About this exercise
Produce as output only the lines below starting at the line with "fn default() ->" and continuing through the line with "for (block, numbers, right)", each one exactly as written.

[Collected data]

====================

/// Why a spectrum cannot be brought onto the common scale. `Display` says what was found and
/// expected; the caller knows the file from [`RawSpectrum::origin`].
#[derive(Clone, Debug, PartialEq, thiserror::Error)]
pub enum ScaleError {
    /// The efficiency is impossible.
    #[error("{file}: eta_mb = {found}, expected a main-beam efficiency in (0, 1]")]
    Efficiency {
        /// The file.
        file: String,
        /// The efficiency.
        found: f64,
    },
    /// The error of the efficiency is impossible.
    #[error(
        "{file}: eta_mb = {eta_mb} with error {err}, expected an error of at least 0 and below the value"
    )]
    EfficiencyError {
        /// The file.
        file: String,
        /// The efficiency.
        eta_mb: f64,
        /// Its error.
        err: f64,
    },
    /// Antenna temperatures without an efficiency.
    #[error("{file}: antenna temperature T_A* and no eta_mb, expected a main-beam efficiency")]
    NoEfficiency {
        /// The file.
        file: String,
    },
    /// The beam is impossible.
    #[error(
        "{file}: a beam of {} x {} arcsec, expected full widths above 0 and up to {LIMIT_BEAM_ARCSEC} arcsec",
        beam.major, beam.minor
    )]
    Beam {
        /// The file.
        file: String,
        /// The beam.
        beam: BeamArcsec,
    },
    /// Jy/beam without a beam.
    #[error("{file}: values in Jy/beam and no beam, expected BMAJ and BMIN or a given beam")]
    NoBeam {
        /// The file.
        file: String,
    },
    /// A frame other than LSRK.
    #[error("{file}: velocities or frequencies in the frame {frame}, expected LSRK")]
    OtherFrame {
        /// The file.
        file: String,
        /// The frame by the file's name.
        frame: String,
    },
    /// An offset to LSRK for a spectrum in LSRK.
    #[error("{file}: an offset of {offset_km_s} km/s to LSRK, but the file is in LSRK already")]
    OffsetInLsrk {
        /// The file.
        file: String,
        /// The offset, km/s.
        offset_km_s: f64,
    },
    /// The offset is impossible.
    #[error(
        "{file}: a frame offset of {offset_km_s} km/s, expected at most {LIMIT_VELOCITY_KM_S} km/s either way"
    )]
    Offset {
        /// The file.
        file: String,
        /// The offset, km/s.
        offset_km_s: f64,
    },
    /// A rest frequency that is none.
    #[error("{file}: a rest frequency of {found_hz} Hz {whose}, expected one above 0")]
    RestFrequency {
        /// The file.
        file: String,
        /// The rest frequency, Hz.
        found_hz: f64,
        /// Whose it is, in words.
        whose: &'static str,
    },
    /// A frequency, or a velocity's frequency, that is not above 0.
    #[error("{file}: channel {channel} at {found}, expected a positive frequency")]
    ImpossibleChannel {
        /// The file.
        file: String,
        /// Channel in file order, from 1.
        channel: usize,
        /// Its axis value with unit.
        found: String,
    },
    /// The band does not hold the line.
    #[error(
        "{file}: the band {low_ghz:.6} to {high_ghz:.6} GHz lies {nearest_km_s:+.0} km/s or more from the line at {line_ghz:.6} GHz, expected the line inside"
    )]
    LineOutsideBand {
        /// The file.
        file: String,
        /// Lower end of the band, GHz.
        low_ghz: f64,
        /// Upper end of the band, GHz.
        high_ghz: f64,
        /// Rest frequency of the line, GHz.
        line_ghz: f64,
        /// Velocity of the channel nearest to the line, km/s.
        nearest_km_s: f64,
    },
    /// The velocities are those of another line.
    #[error(
        "{file}: velocities of a line at {stated_ghz:.6} GHz (RESTFRQ), {shift_km_s:+.0} km/s from the line at {line_ghz:.6} GHz, expected the line inside the band"
    )]
    OtherLine {
        /// The file.
        file: String,
        /// Rest frequency of the file, GHz.
        stated_ghz: f64,
        /// Rest frequency of the line, GHz.
        line_ghz: f64,
        /// Velocity of the file's line in velocities of the wanted one, km/s.
        shift_km_s: f64,
    },
    /// The arrays make no spectrum.
    #[error("{file}: {source}")]
    Spectrum {
        /// The file.
        file: String,
        /// Why.
        source: SpectrumError,
    },
}

impl ScaleError {
    /// What to do about it, where there is something to say.
    pub fn hint(&self) -> Option<String> {
        Some(
            match self {
                ScaleError::Efficiency { .. } => "give the fraction, such as 0.81, not percent",
                ScaleError::EfficiencyError { .. } => "the error is that of the fraction, such as [0.81, 0.04] or 0.81,0.04, not percent",
                ScaleError::NoEfficiency { .. } => "give eta_mb in the run sheet, or --thick-eta-mb and --thin-eta-mb; 1 keeps the scale",
                ScaleError::Beam { .. } => {
                    "BMAJ and BMIN are in degrees; a given beam is in arcsec"
                }
                ScaleError::NoBeam { .. } => "give the beam's full width at half maximum in arcsec",
                ScaleError::OtherFrame { .. } => {
                    "convert the file to LSRK, or give the velocity to add with --frame-offset-km-s"
                }
                ScaleError::OffsetInLsrk { .. } => "leave the frame offset out",
                ScaleError::Offset { .. } => "the offset is in km/s",
                ScaleError::RestFrequency { .. } => "rest frequencies are in Hz here, RESTFRQ too",
                ScaleError::ImpossibleChannel { .. } => "check the axis's unit and its keywords",
                ScaleError::LineOutsideBand { .. } | ScaleError::OtherLine { .. } => {
                    "check the line's name, and thick and thin for a swap"
                }
                ScaleError::Spectrum { .. } => "check the channels' order and the blank values",
            }
            .into(),
        )
    }
}
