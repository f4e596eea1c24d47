//! Linear algebra on a tall matrix of few columns and on small square ones.
//!
//! Tall matrices are column by column in plain slices; small ones are fixed-size arrays on the stack.

#![allow(
    clippy::inline_always,
    reason = "has to be compiled inside each instruction-set copy"
)]

use super::{RowBlock, Structure};
use crate::numeric::dispatch::{Arithmetic, Kernel, dispatch};
use crate::numeric::products::products_with;

/// Most parameters a problem may have.
pub const MAX_PARAMETERS: usize = 16;

/// One number a parameter.
pub(super) type Vector = [f64; MAX_PARAMETERS];
/// A small square matrix, `matrix[row][column]`.
pub(super) type Matrix = [Vector; MAX_PARAMETERS];

/// Rows of a block: 256 rows of 9 columns take 18 kB, so that a block stays in the first cache.
const BLOCK: usize = 256;

/// `sum_i a_i b_i` of short slices.
pub(super) fn dot(a: &[f64], b: &[f64]) -> f64 {
    a.iter().zip(b).map(|(a, b)| a * b).sum()
}

/// `sum_i r_i^2`, block by block.
pub(super) fn sum_of_squares(values: &[f64]) -> f64 {
    struct Squares<'a>(&'a [f64]);
    impl Kernel for Squares<'_> {
        type Output = f64;
        #[inline(always)]
        fn run<A: Arithmetic>(self) -> f64 {
            let mut total = 0.0;
            for block in self.0.chunks(BLOCK) {
                total += products_with::<1, A>(block, [block])[0];
            }
            total
        }
    }
    dispatch(Squares(values))
}

/// chi2 and its derivatives, from r and J.
#[derive(Clone, Copy, Debug, PartialEq)]
pub struct NormalEquations {
    /// r^T r.
    pub chi2: f64,
    /// J^T r.
    pub gradient: [f64; MAX_PARAMETERS],
    /// J^T J.
    pub gram: [[f64; MAX_PARAMETERS]; MAX_PARAMETERS],
}

impl NormalEquations {
    /// Sets the sums of the first `parameters` to zero; nothing else is read of a smaller problem.
    pub(crate) fn clear(&mut self, parameters: usize) {
        self.chi2 = 0.0;
        self.gradient[..parameters].fill(0.0);
        for row in &mut self.gram[..parameters] {
            row[..parameters].fill(0.0);
        }
    }

    /// Takes over the sums of the first `parameters`.
    pub(super) fn take(&mut self, other: &Self, parameters: usize) {
        self.chi2 = other.chi2;
        self.gradient[..parameters].copy_from_slice(&other.gradient[..parameters]);
        for (row, other) in self.gram.iter_mut().zip(&other.gram).take(parameters) {
            row[..parameters].copy_from_slice(&other[..parameters]);
        }
    }
}

impl Default for NormalEquations {
    fn default() -> Self {
        Self {
            chi2: 0.0,
            gradient: [0.0; MAX_PARAMETERS],
            gram: [[0.0; MAX_PARAMETERS]; MAX_PARAMETERS],
        }
    }
}

/// The normal equations of a stored Jacobian.
pub(super) fn normal_equations(
    jacobian: &[f64],
    residuals: &[f64],
    structure: &Structure,
) -> NormalEquations {
    let mut sums = NormalEquations {
        chi2: sum_of_squares(residuals),
        ..NormalEquations::default()
    };
    for (block, numbers, right) in structure.parts(jacobian, residuals) {
        dispatch(Products {
            block,
            numbers,
            right,
            gram: &mut sums.gram,
            gradient: &mut sums.gradient,
        });
    }
    sums
}

/// Adds one row block's products.
struct Products<'a> {
    block: &'a RowBlock,
    numbers: &'a [f64],
    right: &'a [f64],
    gram: &'a mut Matrix,
    gradient: &'a mut Vector,
}

impl Kernel for Products<'_> {
    type Output = ();

    #[inline(always)]
    fn run<A: Arithmetic>(self) {
        let parameters = self.block.parameters();
        let rows = self.right.len();
        for start in (0..rows).step_by(BLOCK) {
            let end = rows.min(start + BLOCK);
            let right = &self.right[start..end];
            for (k, &i) in parameters.iter().enumerate() {
                let left = &self.numbers[k * rows + start..k * rows + end];
                let [by_right, square] = products_with::<2, A>(left, [right, left]);
                self.gradient[i] += by_right;
                self.gram[i][i] += square;
                let mut l = k + 1;
                while l < parameters.len() {
                    let column = |l: usize| {
                        let l = l.min(parameters.len() - 1);
                        &self.numbers[l * rows + start..l * rows + end]
                    };
                    let products =
                        products_with::<3, A>(left, [column(l), column(l + 1), column(l + 2)]);
                    for (product, &j) in products.iter().zip(&parameters[l..]) {
                        self.gram[i][j] += product;
                        self.gram[j][i] += product;
                    }
                    l += 3;
                }
            }
        }
    }
}

/// Replaces the upper left `size` x `size` lower triangle of a symmetric matrix by its Cholesky
/// factor. Returns the smallest pivot relative to the diagonal element it came from: about the
/// inverse condition number when the diagonal is near one; zero or less when the matrix is not
/// positive definite, and the factor is then unfinished.
pub(super) fn cholesky<const N: usize>(matrix: &mut [[f64; N]; N], size: usize) -> f64 {
    let mut smallest = f64::INFINITY;
    for k in 0..size {
        let diagonal = matrix[k][k];
        let pivot = (0..k).fold(diagonal, |rest, i| rest - matrix[k][i] * matrix[k][i]);
        let relative = pivot / diagonal;
        if relative.is_nan() || relative <= 0.0 {
            return 0.0;
        }
        smallest = smallest.min(relative);
        let root = pivot.sqrt();
        matrix[k][k] = root;
        for row in k + 1..size {
            let sum = (0..k).fold(matrix[row][k], |rest, i| {
                rest - matrix[row][i] * matrix[k][i]
            });
            matrix[row][k] = sum / root;
        }
    }
    smallest
}

/// Solves L L^T x = b in place for the factor of [`cholesky`].
pub(super) fn cholesky_solve<const N: usize>(
    factor: &[[f64; N]; N],
    size: usize,
    x: &mut [f64; N],
) {
    for k in 0..size {
        x[k] = (0..k).fold(x[k], |rest, i| rest - factor[k][i] * x[i]) / factor[k][k];
    }
    for k in (0..size).rev() {
        x[k] = (k + 1..size).fold(x[k], |rest, i| rest - factor[i][k] * x[i]) / factor[k][k];
    }
}

/// Householder triangularisation of `columns` columns of `rows` rows each, in place: R in the upper
/// triangle (below it stay reflectors), Q^T b in `right`.
pub(super) fn triangularise(matrix: &mut [f64], rows: usize, columns: usize, right: &mut [f64]) {
    for k in 0..columns.min(rows) {
        let (head, tail) = matrix.split_at_mut((k + 1) * rows);
        let reflector = &mut head[k * rows + k..];
        let norm = sum_of_squares(reflector).sqrt();
        // Half the squared length of the reflector, without cancellation.
        let half_square = norm * (norm + reflector[0].abs());
        // Nothing, or so little that its square has no digits: dividing by it would give NaN.
        if half_square < f64::MIN_POSITIVE {
            continue;
        }
        let diagonal = -norm.copysign(reflector[0]);
        reflector[0] -= diagonal;
        let reflect = |values: &mut [f64]| {
            let factor = -dot(reflector, values) / half_square;
            for (value, element) in values.iter_mut().zip(reflector.iter()) {
                *value += factor * element;
            }
        };
        for column in tail.chunks_exact_mut(rows).take(columns - k - 1) {
            reflect(&mut column[k..]);
        }
        reflect(&mut right[k..rows]);
        head[k * rows + k] = diagonal;
    }
}

#[cfg(test)]
#[allow(clippy::needless_range_loop)]
mod tests {
    use super::*;

    fn sample(count: usize, phase: f64) -> Vec<f64> {
        (0..count)
            .map(|i| (phase + 1.7 * i as f64).sin() + 0.1 * phase)
            .collect()
    }

    /// Wings of a very narrow line: their squares underflow.
    #[test]
    fn columns_whose_squares_vanish_leave_no_nan() {
        for tiny in [1e-155, 1e-160, 1e-162, 1e-200, 5e-324] {
            let mut matrix = [tiny, -tiny, tiny, tiny, tiny, -2.0 * tiny];
            let mut right = [1.0, 2.0, 3.0];
            triangularise(&mut matrix, 3, 2, &mut right);
            assert!(matrix.iter().chain(&right).all(|value| value.is_finite()));
        }
    }

    #[test]
    fn normal_equations_are_the_plain_sums() {
        for (rows, columns) in [(3, 1), (17, 4), (256, 5), (700, 9), (1031, 16)] {
            let jacobian: Vec<f64> = (0..columns).flat_map(|j| sample(rows, j as f64)).collect();
            let residuals = sample(rows, 0.5);
            let NormalEquations { gram, gradient, .. } =
                normal_equations(&jacobian, &residuals, &Structure::dense(rows, columns));
            for i in 0..columns {
                let column = |j: usize| &jacobian[j * rows..(j + 1) * rows];
                for j in 0..columns {
                    let plain: f64 = (column(i).iter().zip(column(j))).map(|(a, b)| a * b).sum();
                    assert!((gram[i][j] - plain).abs() < 1e-11 * rows as f64);
                }
                let plain: f64 = (column(i).iter().zip(&residuals)).map(|(a, b)| a * b).sum();
                assert!((gradient[i] - plain).abs() < 1e-11 * rows as f64);
            }
        }
    }

    #[test]
    fn triangle_has_the_gram_matrix_of_its_columns() {
        let (rows, columns) = (40, 6);
        let jacobian: Vec<f64> = (0..columns).flat_map(|j| sample(rows, j as f64)).collect();
        let right = sample(rows, 0.5);
        let NormalEquations { gram, gradient, .. } =
            normal_equations(&jacobian, &right, &Structure::dense(rows, columns));
        let (mut reduced, mut rotated) = (jacobian, right);
        triangularise(&mut reduced, rows, columns, &mut rotated);
        let triangle = |row: usize, column: usize| {
            if row <= column {
                reduced[column * rows + row]
            } else {
                0.0
            }
        };
        for i in 0..columns {
            for j in 0..columns {
                let product: f64 = (0..columns).map(|k| triangle(k, i) * triangle(k, j)).sum();
                assert!((product - gram[i][j]).abs() < 1e-12);
            }
            let product: f64 = (0..columns).map(|k| triangle(k, i) * rotated[k]).sum();
            assert!((product - gradient[i]).abs() < 1e-12);
        }
    }

    #[test]
    fn cholesky_solves_the_hilbert_matrix_and_finds_its_smallest_pivot() {
        // The last pivot of the Hilbert matrix of order n over its diagonal element is the inverse
        // square of the binomial coefficient (2n - 2 over n - 1), from the closed form of its inverse.
        let mut matrix = [[0.0; MAX_PARAMETERS]; MAX_PARAMETERS];
        let mut x = [0.0; MAX_PARAMETERS];
        for i in 0..5 {
            for j in 0..5 {
                matrix[i][j] = 1.0 / (i + j + 1) as f64;
                x[i] += matrix[i][j];
            }
        }
        let smallest = cholesky(&mut matrix, 5);
        assert!((smallest * 4900.0 - 1.0).abs() < 1e-10);
        cholesky_solve(&matrix, 5, &mut x);
        assert!(x[..5].iter().all(|x| (x - 1.0).abs() < 1e-10));
        let mut singular = [[1.0; MAX_PARAMETERS]; MAX_PARAMETERS];
        assert_eq!(cholesky(&mut singular, 2), 0.0);
    }
}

====================

Answer section
    fn default() -> Self {
        Self {
            chi2: 0.0,
            gradient: [0.0; MAX_PARAMETERS],
            gram: [[0.0; MAX_PARAMETERS]; MAX_PARAMETERS],
        }
    }
}

/// The normal equations of a stored Jacobian.
pub(super) fn normal_equations(
    jacobian: &[f64],
    residuals: &[f64],
    structure: &Structure,
) -> NormalEquations {
    let mut sums = NormalEquations {
        chi2: sum_of_squares(residuals),
        ..NormalEquations::default()
    };
    for (block, numbers, right) in structure.parts(jacobian, residuals) {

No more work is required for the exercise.